WORK REQUIRED
Print the data that follows exactly as it stands, from its first line through the line containing "import com.tngtech.archunit.core.domain.JavaClass;", and stop there.

EXCERPTED DATA

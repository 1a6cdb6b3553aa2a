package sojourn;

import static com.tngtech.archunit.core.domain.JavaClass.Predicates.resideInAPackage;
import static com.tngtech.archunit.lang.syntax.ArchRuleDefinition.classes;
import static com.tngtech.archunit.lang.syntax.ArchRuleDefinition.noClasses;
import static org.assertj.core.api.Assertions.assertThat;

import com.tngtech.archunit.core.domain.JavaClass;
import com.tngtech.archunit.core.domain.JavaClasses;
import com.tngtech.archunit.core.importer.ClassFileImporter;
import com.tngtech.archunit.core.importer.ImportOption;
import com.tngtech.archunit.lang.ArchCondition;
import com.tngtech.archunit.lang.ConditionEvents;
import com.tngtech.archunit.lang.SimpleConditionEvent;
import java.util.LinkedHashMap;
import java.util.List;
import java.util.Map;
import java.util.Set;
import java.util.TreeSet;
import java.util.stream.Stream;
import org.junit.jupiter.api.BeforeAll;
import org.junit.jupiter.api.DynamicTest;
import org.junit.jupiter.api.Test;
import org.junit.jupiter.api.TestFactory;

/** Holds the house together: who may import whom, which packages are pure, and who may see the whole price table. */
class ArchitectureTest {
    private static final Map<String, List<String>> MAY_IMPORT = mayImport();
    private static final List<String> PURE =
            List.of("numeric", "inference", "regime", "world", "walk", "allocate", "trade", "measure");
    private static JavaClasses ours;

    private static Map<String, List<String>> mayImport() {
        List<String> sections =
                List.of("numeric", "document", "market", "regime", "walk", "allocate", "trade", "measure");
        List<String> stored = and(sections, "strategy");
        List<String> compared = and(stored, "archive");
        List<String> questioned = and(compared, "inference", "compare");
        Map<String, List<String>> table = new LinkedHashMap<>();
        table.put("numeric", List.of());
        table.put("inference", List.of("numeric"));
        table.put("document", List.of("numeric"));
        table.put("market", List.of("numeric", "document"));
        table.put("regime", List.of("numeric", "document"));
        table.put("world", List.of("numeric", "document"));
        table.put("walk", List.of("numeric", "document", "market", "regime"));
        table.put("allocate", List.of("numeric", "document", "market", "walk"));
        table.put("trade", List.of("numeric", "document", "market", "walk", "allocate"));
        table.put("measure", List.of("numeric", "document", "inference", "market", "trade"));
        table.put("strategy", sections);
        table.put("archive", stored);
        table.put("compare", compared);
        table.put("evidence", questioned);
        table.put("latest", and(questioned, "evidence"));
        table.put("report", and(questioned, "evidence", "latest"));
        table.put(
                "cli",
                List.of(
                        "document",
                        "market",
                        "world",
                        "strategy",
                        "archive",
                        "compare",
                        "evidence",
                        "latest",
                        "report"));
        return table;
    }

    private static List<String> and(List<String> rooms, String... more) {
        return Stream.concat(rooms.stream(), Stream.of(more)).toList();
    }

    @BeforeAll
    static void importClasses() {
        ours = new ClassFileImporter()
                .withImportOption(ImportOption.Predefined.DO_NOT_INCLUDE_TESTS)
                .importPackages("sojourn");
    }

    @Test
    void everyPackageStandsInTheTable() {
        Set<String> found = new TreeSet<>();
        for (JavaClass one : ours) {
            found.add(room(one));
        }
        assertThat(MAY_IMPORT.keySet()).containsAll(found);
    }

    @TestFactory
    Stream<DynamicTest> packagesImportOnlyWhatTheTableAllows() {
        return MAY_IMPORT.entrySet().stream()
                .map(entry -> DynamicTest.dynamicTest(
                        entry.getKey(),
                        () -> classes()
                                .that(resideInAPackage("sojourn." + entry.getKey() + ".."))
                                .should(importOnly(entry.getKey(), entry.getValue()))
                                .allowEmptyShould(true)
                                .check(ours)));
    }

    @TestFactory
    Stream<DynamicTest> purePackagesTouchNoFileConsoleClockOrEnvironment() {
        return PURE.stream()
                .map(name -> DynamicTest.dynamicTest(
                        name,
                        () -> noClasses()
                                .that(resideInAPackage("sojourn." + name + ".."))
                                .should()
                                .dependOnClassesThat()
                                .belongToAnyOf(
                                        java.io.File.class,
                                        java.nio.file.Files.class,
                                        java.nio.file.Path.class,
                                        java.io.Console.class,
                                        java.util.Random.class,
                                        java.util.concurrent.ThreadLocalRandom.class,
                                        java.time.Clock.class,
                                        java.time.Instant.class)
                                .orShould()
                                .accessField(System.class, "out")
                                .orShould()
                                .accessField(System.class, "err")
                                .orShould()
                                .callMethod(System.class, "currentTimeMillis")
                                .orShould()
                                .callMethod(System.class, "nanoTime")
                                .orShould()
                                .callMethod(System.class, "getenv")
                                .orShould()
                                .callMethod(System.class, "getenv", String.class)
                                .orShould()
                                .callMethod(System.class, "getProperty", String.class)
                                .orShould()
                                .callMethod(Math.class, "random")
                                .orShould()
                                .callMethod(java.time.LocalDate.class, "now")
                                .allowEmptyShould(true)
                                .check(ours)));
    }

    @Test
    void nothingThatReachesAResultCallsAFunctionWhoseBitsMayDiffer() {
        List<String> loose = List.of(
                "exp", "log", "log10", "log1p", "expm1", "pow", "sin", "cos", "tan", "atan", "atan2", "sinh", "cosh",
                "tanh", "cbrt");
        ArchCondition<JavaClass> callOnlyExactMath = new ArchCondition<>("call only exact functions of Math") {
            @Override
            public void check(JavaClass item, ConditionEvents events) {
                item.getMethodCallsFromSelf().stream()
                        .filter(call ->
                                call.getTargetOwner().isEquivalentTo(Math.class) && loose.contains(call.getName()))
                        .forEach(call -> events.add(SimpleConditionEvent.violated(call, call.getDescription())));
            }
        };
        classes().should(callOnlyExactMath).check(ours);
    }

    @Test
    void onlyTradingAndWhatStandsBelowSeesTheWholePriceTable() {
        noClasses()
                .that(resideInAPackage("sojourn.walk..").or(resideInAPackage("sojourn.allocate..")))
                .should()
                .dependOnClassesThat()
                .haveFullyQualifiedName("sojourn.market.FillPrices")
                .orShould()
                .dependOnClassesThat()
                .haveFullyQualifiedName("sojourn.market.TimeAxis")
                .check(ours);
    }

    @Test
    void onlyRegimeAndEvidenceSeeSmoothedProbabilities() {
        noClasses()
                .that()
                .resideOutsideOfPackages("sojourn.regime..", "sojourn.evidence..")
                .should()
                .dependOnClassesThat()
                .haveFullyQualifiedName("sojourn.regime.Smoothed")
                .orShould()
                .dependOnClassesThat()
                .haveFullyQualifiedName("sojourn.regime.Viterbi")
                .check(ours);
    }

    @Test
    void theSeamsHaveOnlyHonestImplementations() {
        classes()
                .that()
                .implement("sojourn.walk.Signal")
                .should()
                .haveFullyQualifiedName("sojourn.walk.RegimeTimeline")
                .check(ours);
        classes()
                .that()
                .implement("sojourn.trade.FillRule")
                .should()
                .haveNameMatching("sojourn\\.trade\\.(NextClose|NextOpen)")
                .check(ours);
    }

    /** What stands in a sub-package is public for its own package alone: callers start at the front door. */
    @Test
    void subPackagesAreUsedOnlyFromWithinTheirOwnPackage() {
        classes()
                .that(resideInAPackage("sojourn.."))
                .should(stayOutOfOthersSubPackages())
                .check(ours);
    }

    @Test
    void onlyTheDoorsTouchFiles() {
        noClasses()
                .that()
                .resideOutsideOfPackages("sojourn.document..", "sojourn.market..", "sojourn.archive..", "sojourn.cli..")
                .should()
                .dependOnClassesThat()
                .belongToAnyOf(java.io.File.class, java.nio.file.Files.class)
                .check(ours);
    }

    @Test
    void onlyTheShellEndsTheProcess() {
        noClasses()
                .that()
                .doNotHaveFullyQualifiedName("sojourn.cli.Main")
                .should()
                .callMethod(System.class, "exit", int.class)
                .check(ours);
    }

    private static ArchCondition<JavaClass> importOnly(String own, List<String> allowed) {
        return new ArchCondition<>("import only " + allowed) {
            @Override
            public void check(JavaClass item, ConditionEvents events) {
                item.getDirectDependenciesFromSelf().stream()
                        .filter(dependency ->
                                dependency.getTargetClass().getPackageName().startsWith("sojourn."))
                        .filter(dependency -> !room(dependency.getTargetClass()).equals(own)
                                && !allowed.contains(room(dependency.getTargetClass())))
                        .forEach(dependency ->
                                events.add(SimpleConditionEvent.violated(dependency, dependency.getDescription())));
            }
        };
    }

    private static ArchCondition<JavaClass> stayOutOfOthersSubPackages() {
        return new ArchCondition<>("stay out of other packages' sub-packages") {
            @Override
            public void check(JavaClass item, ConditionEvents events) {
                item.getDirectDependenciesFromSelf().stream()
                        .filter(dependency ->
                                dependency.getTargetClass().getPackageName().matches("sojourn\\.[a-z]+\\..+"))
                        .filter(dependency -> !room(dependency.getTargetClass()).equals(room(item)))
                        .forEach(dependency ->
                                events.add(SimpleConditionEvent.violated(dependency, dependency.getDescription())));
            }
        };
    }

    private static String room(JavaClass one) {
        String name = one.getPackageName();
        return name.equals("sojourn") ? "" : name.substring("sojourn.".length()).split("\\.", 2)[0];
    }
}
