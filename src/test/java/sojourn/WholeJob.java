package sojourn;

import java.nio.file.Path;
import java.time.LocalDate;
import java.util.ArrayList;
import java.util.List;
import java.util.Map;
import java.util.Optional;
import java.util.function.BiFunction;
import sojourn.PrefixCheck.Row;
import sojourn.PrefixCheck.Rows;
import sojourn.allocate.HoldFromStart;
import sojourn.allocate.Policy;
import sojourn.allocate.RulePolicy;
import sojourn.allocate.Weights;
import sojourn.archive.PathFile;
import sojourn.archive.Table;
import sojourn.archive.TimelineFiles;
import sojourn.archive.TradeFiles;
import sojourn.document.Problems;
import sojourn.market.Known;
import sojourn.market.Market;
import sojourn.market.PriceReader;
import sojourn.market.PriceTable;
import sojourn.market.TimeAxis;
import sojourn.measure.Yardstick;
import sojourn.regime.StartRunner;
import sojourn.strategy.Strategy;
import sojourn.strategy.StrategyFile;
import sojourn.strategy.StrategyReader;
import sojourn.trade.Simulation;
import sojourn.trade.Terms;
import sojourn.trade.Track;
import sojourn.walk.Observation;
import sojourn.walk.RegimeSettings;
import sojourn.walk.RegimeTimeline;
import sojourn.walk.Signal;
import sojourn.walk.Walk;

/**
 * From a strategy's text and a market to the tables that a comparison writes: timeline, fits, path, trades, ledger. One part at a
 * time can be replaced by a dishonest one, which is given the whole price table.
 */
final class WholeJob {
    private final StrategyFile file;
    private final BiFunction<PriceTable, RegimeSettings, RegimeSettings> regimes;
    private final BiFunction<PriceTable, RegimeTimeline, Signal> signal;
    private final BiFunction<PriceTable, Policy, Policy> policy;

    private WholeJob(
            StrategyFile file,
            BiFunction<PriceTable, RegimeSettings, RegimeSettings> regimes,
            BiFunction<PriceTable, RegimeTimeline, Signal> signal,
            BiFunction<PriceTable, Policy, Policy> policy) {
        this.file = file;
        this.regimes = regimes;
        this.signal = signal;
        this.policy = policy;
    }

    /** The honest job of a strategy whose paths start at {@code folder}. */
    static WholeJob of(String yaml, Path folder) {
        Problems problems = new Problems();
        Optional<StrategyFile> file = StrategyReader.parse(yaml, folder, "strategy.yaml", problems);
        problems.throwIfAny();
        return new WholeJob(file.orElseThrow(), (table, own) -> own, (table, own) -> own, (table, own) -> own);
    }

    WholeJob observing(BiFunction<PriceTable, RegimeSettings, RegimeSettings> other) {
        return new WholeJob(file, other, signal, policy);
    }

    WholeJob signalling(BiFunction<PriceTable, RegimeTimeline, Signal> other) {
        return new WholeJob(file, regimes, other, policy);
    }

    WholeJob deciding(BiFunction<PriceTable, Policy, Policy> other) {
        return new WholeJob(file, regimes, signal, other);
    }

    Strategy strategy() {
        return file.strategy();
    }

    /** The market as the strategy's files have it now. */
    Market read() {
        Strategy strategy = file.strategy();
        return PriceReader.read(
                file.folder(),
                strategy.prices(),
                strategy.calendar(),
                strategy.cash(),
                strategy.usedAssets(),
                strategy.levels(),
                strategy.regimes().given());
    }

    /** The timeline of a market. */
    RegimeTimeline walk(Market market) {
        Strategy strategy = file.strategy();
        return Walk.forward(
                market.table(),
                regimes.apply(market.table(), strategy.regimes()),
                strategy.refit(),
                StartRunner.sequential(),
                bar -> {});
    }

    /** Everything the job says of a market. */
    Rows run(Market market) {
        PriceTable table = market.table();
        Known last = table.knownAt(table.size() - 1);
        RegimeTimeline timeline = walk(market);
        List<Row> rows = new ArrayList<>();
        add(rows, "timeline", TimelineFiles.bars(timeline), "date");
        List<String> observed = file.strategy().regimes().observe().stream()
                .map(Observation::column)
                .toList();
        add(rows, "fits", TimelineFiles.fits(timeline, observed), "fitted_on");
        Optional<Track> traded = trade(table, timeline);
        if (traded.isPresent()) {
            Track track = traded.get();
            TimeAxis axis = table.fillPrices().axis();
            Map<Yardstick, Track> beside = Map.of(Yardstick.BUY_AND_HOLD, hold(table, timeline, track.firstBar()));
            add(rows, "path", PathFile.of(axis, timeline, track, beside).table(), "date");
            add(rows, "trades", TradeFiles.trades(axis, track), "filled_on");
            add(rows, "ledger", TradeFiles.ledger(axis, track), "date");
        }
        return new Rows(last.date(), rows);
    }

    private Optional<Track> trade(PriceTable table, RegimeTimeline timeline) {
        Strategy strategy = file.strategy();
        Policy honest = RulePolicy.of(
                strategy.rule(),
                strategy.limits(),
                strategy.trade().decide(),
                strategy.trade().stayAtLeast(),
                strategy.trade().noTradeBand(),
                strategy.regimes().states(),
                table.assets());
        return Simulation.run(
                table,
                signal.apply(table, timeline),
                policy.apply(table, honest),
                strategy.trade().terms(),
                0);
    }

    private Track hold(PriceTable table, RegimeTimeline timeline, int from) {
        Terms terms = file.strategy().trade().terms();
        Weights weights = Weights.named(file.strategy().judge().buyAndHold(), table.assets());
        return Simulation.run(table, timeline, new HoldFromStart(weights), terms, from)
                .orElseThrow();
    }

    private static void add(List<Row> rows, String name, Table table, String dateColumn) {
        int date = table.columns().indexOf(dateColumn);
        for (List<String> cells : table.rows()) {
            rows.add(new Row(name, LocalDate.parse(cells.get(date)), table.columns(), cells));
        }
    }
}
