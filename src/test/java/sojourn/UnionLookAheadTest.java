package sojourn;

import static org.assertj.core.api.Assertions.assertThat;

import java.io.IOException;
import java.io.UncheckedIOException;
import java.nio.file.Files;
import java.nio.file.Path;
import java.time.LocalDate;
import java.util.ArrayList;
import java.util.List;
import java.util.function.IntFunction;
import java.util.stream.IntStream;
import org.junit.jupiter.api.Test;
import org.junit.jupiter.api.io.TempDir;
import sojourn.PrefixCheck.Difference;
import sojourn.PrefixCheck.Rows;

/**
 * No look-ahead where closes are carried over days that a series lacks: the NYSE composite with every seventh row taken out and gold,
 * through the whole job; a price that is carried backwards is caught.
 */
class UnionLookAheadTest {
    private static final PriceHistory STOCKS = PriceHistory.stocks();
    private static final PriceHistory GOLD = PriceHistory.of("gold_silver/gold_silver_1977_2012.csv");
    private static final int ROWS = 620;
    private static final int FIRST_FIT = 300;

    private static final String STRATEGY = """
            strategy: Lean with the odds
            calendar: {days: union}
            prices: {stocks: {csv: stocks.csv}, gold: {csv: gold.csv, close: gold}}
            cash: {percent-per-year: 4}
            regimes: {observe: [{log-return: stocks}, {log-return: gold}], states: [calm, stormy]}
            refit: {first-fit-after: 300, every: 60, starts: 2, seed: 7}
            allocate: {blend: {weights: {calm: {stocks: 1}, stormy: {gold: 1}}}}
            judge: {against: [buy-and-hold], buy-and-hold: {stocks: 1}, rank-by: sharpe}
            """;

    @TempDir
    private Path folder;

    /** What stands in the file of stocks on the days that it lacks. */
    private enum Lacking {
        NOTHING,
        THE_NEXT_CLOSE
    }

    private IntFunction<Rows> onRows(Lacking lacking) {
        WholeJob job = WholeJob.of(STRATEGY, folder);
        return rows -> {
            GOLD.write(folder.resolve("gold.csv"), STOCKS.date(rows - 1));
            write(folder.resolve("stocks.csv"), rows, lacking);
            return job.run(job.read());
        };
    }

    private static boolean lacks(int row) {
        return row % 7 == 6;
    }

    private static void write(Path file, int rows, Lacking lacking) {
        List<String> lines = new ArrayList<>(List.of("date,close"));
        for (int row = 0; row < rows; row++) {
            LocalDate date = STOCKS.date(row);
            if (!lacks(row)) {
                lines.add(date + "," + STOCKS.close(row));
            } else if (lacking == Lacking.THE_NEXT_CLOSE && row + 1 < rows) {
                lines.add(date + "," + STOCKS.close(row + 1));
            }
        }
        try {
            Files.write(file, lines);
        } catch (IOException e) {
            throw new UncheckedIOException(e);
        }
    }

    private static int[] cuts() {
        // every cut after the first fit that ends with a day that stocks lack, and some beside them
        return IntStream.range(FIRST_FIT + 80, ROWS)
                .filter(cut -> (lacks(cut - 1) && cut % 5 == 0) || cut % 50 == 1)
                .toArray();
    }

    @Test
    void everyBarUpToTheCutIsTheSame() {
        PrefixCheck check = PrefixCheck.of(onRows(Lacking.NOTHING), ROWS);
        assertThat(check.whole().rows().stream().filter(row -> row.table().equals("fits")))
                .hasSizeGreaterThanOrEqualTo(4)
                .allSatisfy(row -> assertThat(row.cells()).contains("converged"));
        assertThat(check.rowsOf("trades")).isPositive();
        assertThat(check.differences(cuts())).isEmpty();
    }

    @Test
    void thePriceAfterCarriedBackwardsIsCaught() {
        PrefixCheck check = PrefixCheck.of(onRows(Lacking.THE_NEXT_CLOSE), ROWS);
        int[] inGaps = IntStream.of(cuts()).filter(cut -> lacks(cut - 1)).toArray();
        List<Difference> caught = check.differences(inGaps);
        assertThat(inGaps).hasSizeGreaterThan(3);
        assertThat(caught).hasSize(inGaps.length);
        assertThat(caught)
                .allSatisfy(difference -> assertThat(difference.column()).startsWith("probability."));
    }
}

PROBLEM SOLUTION
repository 1a6cdb6b3553aa2a
package sojourn;

import static com.tngtech.archunit.core.domain.JavaClass.Predicates.resideInAPackage;
import static com.tngtech.archunit.lang.syntax.ArchRuleDefinition.classes;
import static com.tngtech.archunit.lang.syntax.ArchRuleDefinition.noClasses;
import static org.assertj.core.api.Assertions.assertThat;

import com.tngtech.archunit.core.domain.JavaClass;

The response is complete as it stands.